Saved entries

+++

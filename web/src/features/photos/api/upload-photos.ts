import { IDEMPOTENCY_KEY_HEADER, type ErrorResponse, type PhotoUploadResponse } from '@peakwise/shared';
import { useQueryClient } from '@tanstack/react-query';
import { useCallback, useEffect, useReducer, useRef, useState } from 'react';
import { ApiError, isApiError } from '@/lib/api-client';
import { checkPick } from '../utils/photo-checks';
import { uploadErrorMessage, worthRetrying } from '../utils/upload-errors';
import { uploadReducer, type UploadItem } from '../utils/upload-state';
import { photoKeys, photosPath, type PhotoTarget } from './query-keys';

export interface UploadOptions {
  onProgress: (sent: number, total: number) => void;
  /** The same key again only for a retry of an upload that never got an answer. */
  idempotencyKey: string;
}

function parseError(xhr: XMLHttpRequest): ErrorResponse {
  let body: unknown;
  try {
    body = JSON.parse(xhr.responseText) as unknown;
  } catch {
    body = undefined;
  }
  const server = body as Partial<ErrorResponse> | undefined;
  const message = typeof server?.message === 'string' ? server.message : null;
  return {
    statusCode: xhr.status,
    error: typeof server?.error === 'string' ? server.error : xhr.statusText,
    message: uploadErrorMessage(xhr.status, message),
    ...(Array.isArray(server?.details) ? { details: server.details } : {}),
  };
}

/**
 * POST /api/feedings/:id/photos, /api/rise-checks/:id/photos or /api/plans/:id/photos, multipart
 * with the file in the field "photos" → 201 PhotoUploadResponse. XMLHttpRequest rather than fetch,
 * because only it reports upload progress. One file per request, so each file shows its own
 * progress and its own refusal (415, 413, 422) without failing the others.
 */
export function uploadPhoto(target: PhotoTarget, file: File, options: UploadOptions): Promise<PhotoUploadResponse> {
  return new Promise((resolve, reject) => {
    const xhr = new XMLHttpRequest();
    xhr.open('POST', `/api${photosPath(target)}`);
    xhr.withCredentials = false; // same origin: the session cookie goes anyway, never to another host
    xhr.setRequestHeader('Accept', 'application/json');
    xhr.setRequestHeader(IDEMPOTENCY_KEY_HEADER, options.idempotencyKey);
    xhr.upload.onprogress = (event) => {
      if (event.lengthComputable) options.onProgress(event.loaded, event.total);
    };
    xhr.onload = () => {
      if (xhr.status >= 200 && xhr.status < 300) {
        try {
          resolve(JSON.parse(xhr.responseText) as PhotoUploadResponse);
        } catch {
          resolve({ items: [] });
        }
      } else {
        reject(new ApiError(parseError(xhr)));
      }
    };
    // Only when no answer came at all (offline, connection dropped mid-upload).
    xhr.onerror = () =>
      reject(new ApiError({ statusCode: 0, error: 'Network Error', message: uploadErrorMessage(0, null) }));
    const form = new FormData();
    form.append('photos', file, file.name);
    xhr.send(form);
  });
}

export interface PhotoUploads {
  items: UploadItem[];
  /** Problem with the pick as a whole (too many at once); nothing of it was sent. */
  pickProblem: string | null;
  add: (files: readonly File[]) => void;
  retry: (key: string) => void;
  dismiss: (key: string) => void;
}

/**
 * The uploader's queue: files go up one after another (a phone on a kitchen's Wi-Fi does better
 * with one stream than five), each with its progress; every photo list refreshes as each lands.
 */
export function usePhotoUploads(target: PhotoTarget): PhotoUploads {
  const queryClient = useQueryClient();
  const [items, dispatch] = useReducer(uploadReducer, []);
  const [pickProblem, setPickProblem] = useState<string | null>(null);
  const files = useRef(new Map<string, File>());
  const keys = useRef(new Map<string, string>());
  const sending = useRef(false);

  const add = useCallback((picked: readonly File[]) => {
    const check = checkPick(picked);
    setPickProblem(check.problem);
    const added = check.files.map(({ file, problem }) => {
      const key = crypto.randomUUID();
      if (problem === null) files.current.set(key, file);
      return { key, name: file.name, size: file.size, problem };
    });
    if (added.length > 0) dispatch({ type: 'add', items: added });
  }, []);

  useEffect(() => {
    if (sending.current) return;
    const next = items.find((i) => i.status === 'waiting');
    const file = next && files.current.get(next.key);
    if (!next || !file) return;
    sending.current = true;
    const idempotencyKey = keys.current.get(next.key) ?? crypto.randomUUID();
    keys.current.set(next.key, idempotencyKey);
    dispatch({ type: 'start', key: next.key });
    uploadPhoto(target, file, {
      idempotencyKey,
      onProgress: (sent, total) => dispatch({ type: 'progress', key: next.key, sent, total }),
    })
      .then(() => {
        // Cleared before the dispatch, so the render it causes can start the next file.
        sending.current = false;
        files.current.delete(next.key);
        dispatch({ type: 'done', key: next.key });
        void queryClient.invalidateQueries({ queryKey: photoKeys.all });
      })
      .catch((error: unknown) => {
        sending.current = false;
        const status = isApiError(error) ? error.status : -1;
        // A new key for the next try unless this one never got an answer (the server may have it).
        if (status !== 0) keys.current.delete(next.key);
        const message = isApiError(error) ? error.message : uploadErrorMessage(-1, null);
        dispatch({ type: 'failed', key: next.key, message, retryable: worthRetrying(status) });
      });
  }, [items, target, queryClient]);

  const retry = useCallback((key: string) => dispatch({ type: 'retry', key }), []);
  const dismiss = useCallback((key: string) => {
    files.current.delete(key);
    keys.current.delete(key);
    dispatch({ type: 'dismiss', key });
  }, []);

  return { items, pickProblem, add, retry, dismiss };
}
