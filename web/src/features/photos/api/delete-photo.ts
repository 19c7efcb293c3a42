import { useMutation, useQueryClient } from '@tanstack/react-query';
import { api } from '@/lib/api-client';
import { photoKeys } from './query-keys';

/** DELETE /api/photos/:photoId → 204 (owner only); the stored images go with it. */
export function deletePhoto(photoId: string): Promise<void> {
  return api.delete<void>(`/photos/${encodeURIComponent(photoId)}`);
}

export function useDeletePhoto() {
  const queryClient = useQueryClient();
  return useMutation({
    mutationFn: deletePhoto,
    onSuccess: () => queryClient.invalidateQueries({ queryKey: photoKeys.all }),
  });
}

+++

■ **Goal of the exercise**
Starting from the records above, filter out all lines except those containing the word "undefined".

■ **Expected output**
    body = undefined;
  const server = body as Partial<ErrorResponse> | undefined;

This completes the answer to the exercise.